Along with all the silliness above, I’ve also been pondering race shrinkage this week. Specifically, how the rider counts shrink throughout the Tiny Race process.
For example, this is what Zone 2’s B category numbers looked like this week:
- Signups: 193
- Starters: 167
- Finishers: 151
- ZwiftPower-Registered Finishers: 148 (if you aren’t on ZP, you’re not in the final results)
- Final Finisher Count after DQ: 123 (24 riders DQ for racing less than 4 races, 1 rider DQ for no HR)
So that’s interesting – actually a very low rate of post-race shrinkage (final finisher count is just 2.6% reduced from in-game finisher count) if you remove the “sniping” DQs. With the sniping DQs the final results list was 18.5% reduced from the finishers list that pops up in Zwift at the end of the race.
But the story is very different in lower categories. Glancing at the numbers, it appears that shrinkage increases as categories get lower, which isn’t surprising. Look at the D race in Zone 2, for example:
- Signups: 79
- Starters: (unknown)
- Finishers: 62
- ZwiftPower-Registered Finishers: 49
- Final Finisher Count after DQ: 17 (28 riders DQ for racing less than 4 races, 2 rider DQ for no HR, 2 rider DQ for using ZPower)
Without the sniping DQs, that’s still a shrinkage rate of 43.5% (62 finishers, but only 35 would show up in ZwiftPower after HR and ZPower DQs)! Add in the sniping DQs and the final results list is 72.5% smaller than the original finishers list!
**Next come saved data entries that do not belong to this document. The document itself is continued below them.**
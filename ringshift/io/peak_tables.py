"""Observed ¹H peak lists from files: CSV/TSV tables and JCAMP-DX, and their writers.

:func:`read_peaks` is the entry point: it reads a CSV/TSV peak table or a JCAMP-DX file (spectrum or
peak table; the codec is :mod:`ringshift.io.jcampdx`), picks and integrates a spectrum
(:mod:`ringshift.spectra.picking`), flags solvent-residual and TMS peaks
(:mod:`ringshift.spectra.solvents`), and scales the integrals to the molecule's hydrogen count.
CSV columns: a shift column (``shift_ppm``/``ppm``/``shift``/``delta``), an integral column
(``integral``/``nH``/``H``), optional ``width_hz``, ``multiplicity``, ``label``, ``atoms``, ``kind`` and
``j_hz`` (coupling constants in Hz, several separated by ``/`` or spaces: ``15.2/7.8``).
"""

from __future__ import annotations

import csv
import io
import math
import os
import re
import unicodedata
from dataclasses import replace

from ringshift import limits as _limits
from ringshift.errors import InputError
from ringshift.io import jcampdx as _jcamp
from ringshift.spectra.peaks import (
    MAX_LINES_PER_H,
    PEAK_KINDS,
    Peak,
    PeakList,
    Spectrum,
    _check_shift,
    _normalise,
    check_couplings,
)
from ringshift.spectra.picking import MERGE_HZ, _pick
from ringshift.spectra.solvents import REFERENCE_TOLERANCE_PPM, _flag, _solvent_name

__all__ = ['parse_peak_table_csv', 'read_jcamp', 'read_peak_table_csv', 'read_peaks', 'write_jcamp_peaks',
           'write_peak_table_csv']


#: File name endings read as JCAMP-DX whatever their content.
JCAMP_SUFFIXES: tuple[str, ...] = (".jdx", ".dx", ".jcamp", ".jcm")

# ------------------------------------------------------------------------------------------- CSV
_COLUMNS = {
    "shift": ("shift_ppm", "ppm", "shift", "delta", "δ", "δh", "delta_ppm", "chemical_shift", "cs"),
    "integral": ("integral", "nh", "h", "int", "integration"),
    "width": ("width_hz", "width", "fwhm", "fwhm_hz", "linewidth", "linewidth_hz"),
    "multiplicity": ("multiplicity", "mult", "m"),
    "label": ("label", "name", "id"),
    "atoms": ("atoms", "assign", "fixed_atoms", "atom_indices"),
    "kind": ("kind", "type"),
    "height": ("height", "intensity"),
    "j": ("j_hz", "j", "couplings_hz", "couplings", "coupling_hz", "coupling"),
}

_HEADER_TO_FIELD = {name: field for field, names in _COLUMNS.items() for name in names}

_NUMERIC = ("shift", "integral", "width", "height")

_RANGE = re.compile(r"^([+-]?(?:\d+\.?\d*|\.\d+))\s*[-–—]\s*([+-]?(?:\d+\.?\d*|\.\d+))$")

_FLOAT = re.compile(r"^[+-]?(?:\d+\.?\d*|\.\d+)(?:[eE][+-]?\d+)?$")

_OBSERVE_COMMENT = re.compile(r"^#\s*observe_mhz\s*[:=]\s*(\S+)\s*$", re.I)


def _header_key(cell: str) -> str:
    text = unicodedata.normalize("NFKC", cell).strip().lower()
    text = re.sub(r"[(\[].*?[)\]]", "", text)
    text = re.sub(r"\s*/\s*(ppm|hz)$", "", text).strip()
    return re.sub(r"[\s\-]+", "_", text)


def _parse_number(cell: str, column: str, where: str, decimal_comma: bool) -> float | None:
    text = cell.strip().replace("\u2212", "-")
    if not text:
        return None
    if decimal_comma:
        text = text.replace(",", ".")
    if column == "shift":
        m = _RANGE.match(text)
        if m:
            return 0.5 * (float(m.group(1)) + float(m.group(2)))
    if not _FLOAT.match(text):
        raise InputError(f"{column} cell {cell.strip()!r} is not a number", where)
    value = float(text)
    if not math.isfinite(value):
        raise InputError(f"{column} cell {cell.strip()!r} is not finite", where)
    return value


_J_SPLIT = re.compile(r"[\s/]+")


def _parse_couplings(cell: str, where: str, decimal_comma: bool) -> tuple[float, ...] | None:
    """A ``j_hz`` cell: couplings in Hz separated by ``/`` or spaces ("15.2/7.8", "15.2 7.8 Hz")."""
    text = re.sub(r"\s*hz\s*$", "", cell.strip(), flags=re.I)
    if not text:
        return None
    values = [_parse_number(v, "j_hz", where, decimal_comma) for v in _J_SPLIT.split(text) if v]
    return check_couplings(values, where)


def parse_peak_table_csv(text: str, *, source: str = "<string>") -> PeakList:
    """Parse a CSV/TSV peak table (see :func:`read_peak_table_csv`)."""
    return _parse_csv(text, source)[0]
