#: atom type -> (h_X, k_CX, source). Carbon of any charge is the reference (h 0, k 1).
HETERO_PARAMETERS: dict[str, tuple[float, float, str]] = {
    "C": (0.0, 1.0, "reference"), "C+": (0.0, 1.0, "reference"),
    "C-": (0.0, 1.0, "reference"), "C.": (0.0, 1.0, "reference"),
    "N_pyridine": (0.83, 1.06, _DL), "N_nitrile": (0.83, 1.06, _DL + " (pyridine-type N)"),
    "N-": (0.83, 1.06, _DL + " (pyridine-type core; approximation)"),
    "N_pyrrole": (1.47, 1.30, _DL), "N+_pyridinium": (2.0, 1.0, _ST),
    "O_furan": (2.06, 1.31, _DL), "O_carbonyl": (1.18, 1.93, _DL),
    "O-": (1.18, 1.93, _DL + " (carbonyl-type core; approximation)"), "O+_pyrylium": (2.5, 1.0, _ST),
    "S_thiophene": (1.11, 0.69, _VC), "S_thione": (1.11, 0.69, _VC + " (thiophene-type S; approximation)"),
    "B": (-1.0, 0.7, _ST), "F": (2.84, 0.68, _DL), "Cl": (1.45, 0.57, _DL), "Br": (1.16, 0.38, _DL),
    "I": (0.78, 0.19, _DL),
}

#: Reference C–C length of β0 (benzene), Å.
BETA_REF_LENGTH_A = 1.397
#: Decay length of β(r) = β0 exp(−(r − 1.397)/0.3106), Å (Longuet-Higgins & Salem 1959, from memory).
BETA_DECAY_A = 0.3106
#: Linear bond-order/bond-length relation r = R0 − SLOPE·p (Coulson 1939, linearised; from memory):
#: the ``"scf-coulson"`` model.
COULSON_R0_A = 1.520
COULSON_SLOPE_A = 0.186
#: Bond-length alternation of trans-polyacetylene, Å (1.36 / 1.44 Å; Yannoni & Clarke, Phys. Rev.
#: Lett. 1983, 51, 1191, from memory): the calibration target of the ``"scf"`` model.
POLYACETYLENE_BLA_A = 0.08
#: Absolute β0 at 1.397 Å, eV: the graphene nearest-neighbour hopping t ≈ 2.8 eV at 1.42 Å
#: (Castro Neto et al., Rev. Mod. Phys. 2009, 81, 109; from memory), carried to 1.397 Å by β(r).
BETA0_EV = -2.8 * float(np.exp((1.42 - BETA_REF_LENGTH_A) / BETA_DECAY_A))

#: Shift per π charge: Δδ = k·q, q = Z − P (q > 0 electron-poor, downfield); 10.7 ppm/e
#: (Schaefer & Schneider, Can. J. Chem. 1963, 41, 966; from memory).
PI_CHARGE_PPM_PER_E = 10.7

#: Levels closer than this (units of |β|) count as degenerate.
DEGENERACY_TOL = 1e-6


def beta_distance_factor(r_A) -> np.ndarray:
    """β(r)/β0 = exp(−(r − 1.397 Å)/0.3106 Å) (Longuet-Higgins & Salem 1959, from memory).

    Parameters: r_A (m,) bond lengths in Å. Returns: (m,) float64, dimensionless.
    """
    r = np.asarray(r_A, dtype=np.float64)
    return np.exp(-(r - BETA_REF_LENGTH_A) / BETA_DECAY_A)


def huckel_matrix(h_diag, bonds, resonance) -> np.ndarray:
    """Hückel matrix in units of |β| (x = (E − α)/|β|, bonding negative).

    Parameters: h_diag (n,) Coulomb parameters h_X (α_X = α + h_X β); bonds (m, 2) local index pairs;
    resonance (m,) β_rs/β0 (k_rs × f(r) × overlap). Returns: h0 (n, n) float64 symmetric with
    h0_rr = −h_r and h0_rs = −resonance_rs.
    """
    h = np.asarray(h_diag, dtype=np.float64)
    n = h.shape[0]
    b = np.asarray(bonds, dtype=np.intp).reshape(-1, 2)
    k = np.asarray(resonance, dtype=np.float64).reshape(-1)
    h0 = np.diag(-h)
    if b.shape[0]:
        h0[b[:, 0], b[:, 1]] = -k
        h0[b[:, 1], b[:, 0]] = -k
    return h0.reshape(n, n)


def occupy(energies, n_electrons: int, *, tol: float = DEGENERACY_TOL):
    """Aufbau occupations; a partly filled degenerate shell is filled evenly (fractional occupations).

    Parameters: energies (n,) ascending, units of |β|; n_electrons int in 0..2n.

    Returns
    -------
    occ : (n,) float64 occupation numbers (0..2)
    open_shell : bool, the highest occupied shell is not full (radical, degenerate half-filled shell)
    degenerate_homo : bool, the highest occupied shell has more than one orbital
    gap : float or None, e(LUMO) − e(HOMO) ≥ 0 in |β| (0.0 for a partly filled shell; None if there
        is no occupied or no empty level)
    """
    e = np.asarray(energies, dtype=np.float64)
    n = e.shape[0]
    occ = np.zeros(n)
    if n_electrons < 0 or n_electrons > 2 * n:
        raise ValueError(f"n_electrons={n_electrons} outside 0..{2 * n}")
    if n == 0 or n_electrons == 0:
        return occ, False, False, None
    # shells of (near-)degenerate levels
    cuts = [0] + [i for i in range(1, n) if e[i] - e[i - 1] > tol] + [n]
    shells = list(zip(cuts[:-1], cuts[1:]))
    left = float(n_electrons)
    homo_shell = None
    for si, (a, b) in enumerate(shells):
        if left <= 0:
            break
        cap = 2.0 * (b - a)
        put = min(cap, left)
        occ[a:b] = put / (b - a)
        left -= put
        homo_shell = si
    a, b = shells[homo_shell]
    filled = abs(occ[a] - 2.0) < 1e-12
    open_shell = not filled
    degenerate_homo = (b - a) > 1
    if open_shell:
        gap = 0.0
    elif homo_shell + 1 < len(shells):
        gap = float(e[shells[homo_shell + 1][0]] - e[b - 1])
    else:
        gap = None
    return occ, open_shell, degenerate_homo, gap
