import { afterAll, describe, expect, it } from 'vitest'
import { type PoolManager, type RawConnection, eachRow } from '../../server/utils/row-stream'
import { closeTestDatabase, testDatabase } from '../support/database'

afterAll(closeTestDatabase)

async function withConnection(use: (conn: RawConnection) => Promise<void>) {
  const manager = testDatabase().connectionManager as unknown as PoolManager
  const conn = await manager.getConnection({ type: 'read' })
  try {
    await use(conn)
  }
  finally {
    await manager.releaseConnection(conn)
  }
}

describe('eachRow (the model loader\'s row stream, on MariaDB)', () => {
  it('hands over every row, in order, once', async () => {
    await withConnection(async (conn) => {
      const seen: number[] = []
      await eachRow(conn.queryStream({ sql: 'SELECT seq FROM seq_1_to_30000', rowsAsArray: true }), row => seen.push(Number(row[0])))
      expect(seen.length).toBe(30000)
      expect(seen.every((v, i) => v === i + 1)).toBe(true)
    })
  })

  it('ends the read on a refused row with that error, and the connection answers the next query', async () => {
    await withConnection(async (conn) => {
      let taken = 0
      const refusal = new Error('row 100 refused')
      await expect(eachRow(conn.queryStream({ sql: 'SELECT seq FROM seq_1_to_50000', rowsAsArray: true }), () => {
        if (++taken === 100) throw refusal
      })).rejects.toBe(refusal)
      // Nothing after the refused row reached `take`; the rest was drained, so the protocol is in step.
      expect(taken).toBe(100)
      expect(await conn.query('SELECT 41 + 1 AS answer')).toEqual([{ answer: 42 }])
    })
  })

  it('passes on an error of the query itself', async () => {
    await withConnection(async (conn) => {
      await expect(eachRow(conn.queryStream({ sql: 'SELECT nothing FROM no_such_table', rowsAsArray: true }), () => {})).rejects.toThrow(/no_such_table/)
      expect(await conn.query('SELECT 1 AS one')).toEqual([{ one: 1 }])
    })
  })
})
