import { DataTypes, Model, type CreationOptional, type InferAttributes, type InferCreationAttributes, type Sequelize } from 'sequelize'

export const TOKEN_PURPOSES = ['invitation', 'reset'] as const
export type TokenPurpose = typeof TOKEN_PURPOSES[number]

/**
 * A single-use link for an invitation or a password reset. Only the SHA-256 of the link's secret part is
 * kept, so a copy of this table opens no account. A newer link of the same purpose revokes the older ones.
 */
export class UserToken extends Model<InferAttributes<UserToken>, InferCreationAttributes<UserToken>> {
  declare id: CreationOptional<number>
  declare userId: number
  declare purpose: TokenPurpose
  declare tokenHash: string
  declare expiresAt: Date
  declare usedAt: Date | null
  declare revokedAt: Date | null
  declare createdByUserId: number | null
  declare createdAt: CreationOptional<Date>

  static initModel(sequelize: Sequelize) {
    UserToken.init({
      id: { type: DataTypes.INTEGER.UNSIGNED, autoIncrement: true, primaryKey: true },
      userId: { type: DataTypes.INTEGER.UNSIGNED, allowNull: false },
      purpose: { type: DataTypes.ENUM(...TOKEN_PURPOSES), allowNull: false },
      tokenHash: { type: DataTypes.CHAR(64), allowNull: false },
      expiresAt: { type: DataTypes.DATE, allowNull: false },
      usedAt: { type: DataTypes.DATE, allowNull: true },
      revokedAt: { type: DataTypes.DATE, allowNull: true },
      createdByUserId: { type: DataTypes.INTEGER.UNSIGNED, allowNull: true },
      createdAt: DataTypes.DATE
    }, { sequelize, tableName: 'user_tokens', updatedAt: false })
  }
}
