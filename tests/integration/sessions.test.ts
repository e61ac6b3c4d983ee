import { afterAll, beforeAll, describe, expect, it } from 'vitest'
import { Round, SessionRecord } from '../../server/db/models'
import { closeTestDatabase, testDatabase } from '../support/database'
import { type Client, baseUrl, demoUser, freshClient } from '../support/server'
import { newPerson } from '../support/team'

// Sessions the server can end: each attack replays a copy of a cookie taken while it was good.
let admin: Client

beforeAll(async () => {
  testDatabase()
  admin = freshClient()
  await admin.signIn(demoUser('admin').email)
})
afterAll(closeTestDatabase)

/** Replays a copied Cookie header from elsewhere, as a thief would. */
async function replay(cookie: string, method: string, path: string, body?: unknown) {
  const response = await fetch(`${baseUrl()}${path}`, {
    method,
    headers: { cookie, 'accept': 'application/json', 'x-forwarded-for': '10.250.1.1', ...(body ? { 'content-type': 'application/json' } : {}) },
    body: body ? JSON.stringify(body) : undefined
  })
  return { status: response.status, body: await response.json() as { message?: string } }
}

/** A copy of the cookie is refused for reading and for changing anything. */
async function expectRefused(cookie: string, message?: RegExp) {
  const me = await replay(cookie, 'GET', '/api/me')
  expect(me.status).toBe(401)
  if (message) expect(me.body.message).toMatch(message)
  const name = `Forged round ${Math.random().toString(36).slice(2)}`
  const round = await replay(cookie, 'POST', '/api/rounds', { name, technology: 'Drought-tolerant maize', season: 'Long rains' })
  expect(round.status).toBe(401)
  expect(await Round.count({ where: { name } })).toBe(0)
}

const sessionsOf = (userId: number) => SessionRecord.findAll({ where: { userId }, order: [['id', 'ASC']] })

describe('a copied cookie stops working', () => {
  it('after sign-out, which revokes the session row', async () => {
    const person = await newPerson(admin, 'coordinator')
    const copy = person.client.cookieHeader()
    expect((await replay(copy, 'GET', '/api/me')).status).toBe(200)
    expect((await person.client.post('/api/auth/signout')).status).toBe(200)
    await expectRefused(copy)
    const rows = await sessionsOf(person.userId)
    expect(rows.at(-1)!.revokedReason).toBe('signed_out')
  })

  it('after DELETE /api/_auth/session (the session library\'s own sign-out)', async () => {
    const person = await newPerson(admin, 'coordinator')
    const copy = person.client.cookieHeader()
    expect((await person.client.request('DELETE', '/api/_auth/session')).status).toBe(200)
    await expectRefused(copy)
  })

  it('after "sign out everywhere", on every device', async () => {
    const person = await newPerson(admin, 'coordinator')
    const tablet = freshClient()
    await tablet.signIn(person.email, person.password)
    const copies = [person.client.cookieHeader(), tablet.cookieHeader()]
    const ended = await person.client.request<{ ended: number }>('DELETE', '/api/me/sessions')
    expect(ended.status).toBe(200)
    expect(ended.body.ended).toBe(2)
    for (const copy of copies) await expectRefused(copy)
  })

  it('after deactivation, and still after reactivation', async () => {
    const person = await newPerson(admin, 'coordinator')
    const copy = person.client.cookieHeader()
    expect((await admin.request('PATCH', `/api/people/${person.userId}`, { active: false })).status).toBe(200)
    await expectRefused(copy, /no longer active/)
    expect((await admin.request('PATCH', `/api/people/${person.userId}`, { active: true })).status).toBe(200)
    await expectRefused(copy)
    expect((await sessionsOf(person.userId)).every(row => row.revokedReason === 'deactivated')).toBe(true)
    // A fresh sign-in works again.
    await freshClient().signIn(person.email, person.password)
  })

  it('after a password change, on the other devices only', async () => {
    const person = await newPerson(admin, 'funder')
    const laptop = freshClient()
    await laptop.signIn(person.email, person.password)
    const copy = laptop.cookieHeader()
    const changed = await person.client.post('/api/me/password', { currentPassword: person.password, newPassword: 'kettle-of-sorghum-at-dawn' })
    expect(changed.status).toBe(200)
    await expectRefused(copy, /password was changed/)
    expect((await person.client.get('/api/me')).status).toBe(200)
  })

  it('when an admin ends all of a person\'s sessions', async () => {
    const person = await newPerson(admin, 'enumerator')
    const copy = person.client.cookieHeader()
    const people = await admin.get<{ items: Array<{ id: number, openSessions: number }> }>(`/api/people?search=${encodeURIComponent(person.email)}`)
    expect(people.body.items[0]!.openSessions).toBe(1)
    const ended = await admin.request<{ ended: number }>('DELETE', `/api/people/${person.userId}/sessions`)
    expect(ended.status).toBe(200)
    expect(ended.body.ended).toBe(1)
    await expectRefused(copy, /administrator ended/)
    // Only admins may, and only for their own organisation's people.
    const coordinator = await newPerson(admin, 'coordinator')
    expect((await coordinator.client.request('DELETE', `/api/people/${coordinator.userId}/sessions`)).status).toBe(403)
    expect((await admin.request('DELETE', '/api/people/99999999/sessions')).status).toBe(404)
  })
})

describe('idle timeout and absolute lifetime', () => {
  it('ends an office session idle for longer than 8 hours, but not a tablet\'s', async () => {
    const office = await newPerson(admin, 'coordinator')
    const tablet = await newPerson(admin, 'enumerator')
    const nineHoursAgo = new Date(Date.now() - 9 * 3600_000)
    await SessionRecord.update({ lastSeenAt: nineHoursAgo }, { where: { userId: [office.userId, tablet.userId] } })
    await expectRefused(office.client.cookieHeader(), /expired/)
    expect((await tablet.client.get('/api/field/setup')).status).toBe(200)
  })

  it('ends any session past its absolute lifetime, however active', async () => {
    const office = await newPerson(admin, 'coordinator')
    const [row] = await sessionsOf(office.userId)
    await SessionRecord.update({ createdAt: new Date(Date.now() - 8 * 86_400_000) }, { where: { id: row!.id } })
    await expectRefused(office.client.cookieHeader(), /expired/)
    const tablet = await newPerson(admin, 'enumerator')
    const [tabletRow] = await sessionsOf(tablet.userId)
    expect(tabletRow!.expiresAt.getTime() - tabletRow!.createdAt.getTime()).toBe(60 * 86_400_000)
    await SessionRecord.update({ expiresAt: new Date(Date.now() - 1000) }, { where: { id: tabletRow!.id } })
    await expectRefused(tablet.client.cookieHeader(), /expired/)
  })

  it('writes last seen at most once a minute', async () => {
    const person = await newPerson(admin, 'coordinator')
    const [before] = await sessionsOf(person.userId)
    for (let i = 0; i < 3; i++) expect((await person.client.get('/api/me')).status).toBe(200)
    expect((await SessionRecord.findByPk(before!.id))!.lastSeenAt.getTime()).toBe(before!.lastSeenAt.getTime())
    const twoMinutesAgo = new Date(Date.now() - 120_000)
    await SessionRecord.update({ lastSeenAt: twoMinutesAgo }, { where: { id: before!.id } })
    await person.client.get('/api/me')
    expect((await SessionRecord.findByPk(before!.id))!.lastSeenAt.getTime()).toBeGreaterThan(Date.now() - 30_000)
  })
})

describe('the account page\'s list of sessions', () => {
  it('lists open sessions with device and last seen, and ends one of them', async () => {
    const person = await newPerson(admin, 'coordinator')
    const other = freshClient()
    await other.signIn(person.email, person.password)
    const list = await person.client.get<{ items: Array<{ id: number, device: string, lastSeenAt: string, current: boolean, ip: string }> }>('/api/me/sessions')
    expect(list.status).toBe(200)
    expect(list.body.items).toHaveLength(2)
    expect(list.body.items.filter(s => s.current)).toHaveLength(1)
    expect(list.body.items[0]!.device).toBe('Script or tool')
    const others = list.body.items.find(s => !s.current)!
    expect((await person.client.request('DELETE', `/api/me/sessions/${others.id}`)).status).toBe(200)
    expect((await other.get('/api/me')).status).toBe(401)
    expect((await person.client.get('/api/me')).status).toBe(200)
    // Someone else's session id is not found, and nothing of theirs ends.
    const stranger = await newPerson(admin, 'coordinator')
    const [strangerRow] = await sessionsOf(stranger.userId)
    expect((await person.client.request('DELETE', `/api/me/sessions/${strangerRow!.id}`)).status).toBe(404)
    expect((await stranger.client.get('/api/me')).status).toBe(200)
  })

  it('keeps only a hash of the cookie\'s token', async () => {
    const person = await newPerson(admin, 'coordinator')
    const [row] = await sessionsOf(person.userId)
    expect(row!.tokenHash).toMatch(/^[0-9a-f]{64}$/)
    expect(person.client.cookieHeader()).not.toContain(row!.tokenHash)
    expect(row!.ip).toMatch(/^10\./)
  })
})

describe('the current-password check on a password change', () => {
  it('is limited like sign-in: after ten wrong guesses even the right password is refused for a while', async () => {
    const person = await newPerson(admin, 'coordinator')
    for (let i = 0; i < 10; i++) {
      const wrong = await person.client.post('/api/me/password', { currentPassword: `guess-number-${i}-abc`, newPassword: 'kettle-of-sorghum-at-dawn' })
      expect(wrong.status).toBe(400)
    }
    const blocked = await person.client.post('/api/me/password', { currentPassword: person.password, newPassword: 'kettle-of-sorghum-at-dawn' })
    expect(blocked.status).toBe(429)
    expect(blocked.headers.get('retry-after')).toBeTruthy()
    // Still the old password: nothing changed.
    await freshClient().signIn(person.email, person.password)
  })
})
Why is this? Multiple factors, really. While some D racers are serious, dedicated racers, many are newer riders who don’t know how Zwift works. So you get a lot more Ds who aren’t even on ZwiftPower, for example. And more Ds who don’t read the event description or follow Zwift Insider and read up on route and rule details. You’ll also see more ZPower-using riders in D than you will in B. And lastly, D racers are by definition not as strong as higher-category racers, so there’s more of a chance they may blow up and not finish all 4 races.
These shrinkage rates bug me, and here’s why: it’s (nearly) 100% preventable. Consider this:
- Some riders are removed from results because they aren’t signed up for ZwiftPower. Surely Zwift knows the ZP registration status of every user at this point. Why not let event organizers require ZwiftPower registration before you can join the event?
- Sniping DQs: these could be greatly reduced if Zwift allowed event signups to “stack” – that is, you sign up for one event, it also signs you up for the others in the set. Alternatively, I think these numbers will decrease as riders learn the rules, and perhaps if I can communicate them more clearly.
- HR and ZPower DQs: these are a smaller problem than the others above, and Zwift has actually just enabled a solution in the past week or so, allowing event organizers to prevent ZPower riders or riders without HR from joining their event.
Wrapping It Up
I’m not going to lie: I’ve asked myself, “Is all this hassle worth it?” I can definitely see why some race organizers just “set it and forget it”, creating simple races that work within Zwift+ZwiftPower’s abilities and require zero upkeep.
But I’m also not interested in hosting “just another Zwift race”. If I’m going to put Zwift Insider’s name on it, I want it to be special.
On top of that, I’m interested in learning how ZwiftPower works from a race organizer’s point of view, so all of this has been rather interesting to me. In that way, this post is just a continuation of what I’ve always done with Zwift: dig deep and figure out how it works. Then share that information with others.
If you made it this far, chapeau! You have a bright future ahead as a Zwift race organizer. Ride on.